Security Fix or Band-Aid?

Today the Transportation Security Administration made a major announcement: it is beefing up checks of airport workers. But, there's more to this story than meets the eye.

(CBS)
You may recall two months ago, a CBS News hidden camera investigation showed how airport workers across the country can go from a parking lot right onto an aircraft without so much as a second glance. Meaning, they can carry whatever they want onto or around a plane without anyone knowing. The reason: TSA does not require any of the 452 commercial airports, where it operates checkpoints, to physically screen airport workers like they do passengers (and most pilots and flight attendants.) Instead, ground workers at airports across the country enter restricted areas through back doors using airport identification cards.

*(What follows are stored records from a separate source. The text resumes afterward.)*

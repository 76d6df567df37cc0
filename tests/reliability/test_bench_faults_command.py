"""``jointstat bench faults``: prints the figures of a fault campaign and a fuzzing run, and refuses bad counts.

(The campaign of CI's size — 36 sessions, 10,000 frames — is the shared ``campaign`` and ``fuzzing`` run of this
suite, through the same functions; here the command itself runs a tiny one.)
"""

from __future__ import annotations

import json

import pytest
from jointstat.cli import main

FIGURES = (
    "sessions",
    "completed",
    "aborted_cleanly",
    "hung",
    "outputs_released_wrongly",
    "frames_fuzzed",
    "crashes",
)


def test_bench_faults_prints_the_figures_as_one_json_object(capsys: pytest.CaptureFixture[str]) -> None:
    code = main(["bench", "faults", "--sessions", "2", "--frames", "60", "--json"])
    figures = json.loads(capsys.readouterr().out)
    assert code == 0
    assert list(figures)[: len(FIGURES)] == list(FIGURES)
    assert figures["sessions"] == 2 and figures["frames_fuzzed"] == 60
    assert figures["completed"] == figures["aborted_cleanly"] == 1
    assert figures["hung"] == figures["outputs_released_wrongly"] == figures["crashes"] == 0


@pytest.mark.parametrize(
    ("args", "text"), [(["--sessions", "0"], "--sessions"), (["--frames", "-1"], "--frames")]
)
def test_bench_faults_refuses_counts_it_cannot_run(
    capsys: pytest.CaptureFixture[str], args: list[str], text: str
) -> None:
    assert main(["bench", "faults", *args]) == 2
    assert text in capsys.readouterr().err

Ironically, last week two Comair employees at Orlando International airport were arrested after smuggling 13 handguns, an assault rifle and 8 pounds of marijuana onto a Delta flight from Orlando, Fla., to San Juan, Puerto Rico with 163 passengers and six crew members onboard. The employees used their uniforms and airport IDs to pull off the scheme. Several law enforcement sources tell CBS News that it may be part of a larger smuggling ring.

Meanwhile, today TSA says it has launched what it is calling a "security surge," deploying 160 security officers to randomly screen airport workers at five airports: Orlando International, Tampa International, Miami International, Fort Lauderdale/Hollywood International and Luis Munoz Marin International in San Juan, Puerto Rico.

The intense random checks will last at these airports for the next several days and then the TSA says the "security surge" will move to other airports nationwide, continually rotating around. In a press release TSA administrator Kip Hawley is quoted saying: "Every employee should have a reasonable expectation that they could be screened at any time, at any access point within the foot print of the airport."

TSA spokesperson Christopher White tells CBS News the new "intense" screening will include the help of federal air marshals, K-9 patrols and aviation security inspectors to reduce the number of access points employees have and they will also be auditing airport records to see where workers are going and why.

But security experts are still concerned. "It's barely a band-aid on a bigger problem," says security analyst Charles Slepian. He adds: "what you are seeing is a spot check. A spot check is not good enough. You don't spot check passengers. We certainly should not be spot checking workers."

Captain Tracy Price of the Passenger Cargo Security Group – an airline industry trade association - says it's hard to know what impact this new random screening will have. "The focus should be on dangerous people rather than dangerous things," he says. In response, TSA tell us watching out for 'dangerous people' is part of their mission. But, many industry insiders say they are concerned about the growing number of ground workers who are contract employees. The fear is that these workers may not be getting the same intense background checks even though TSA says they are.

One thing no one seems to dispute is that the access employees have at airports nationwide is of concern to everybody.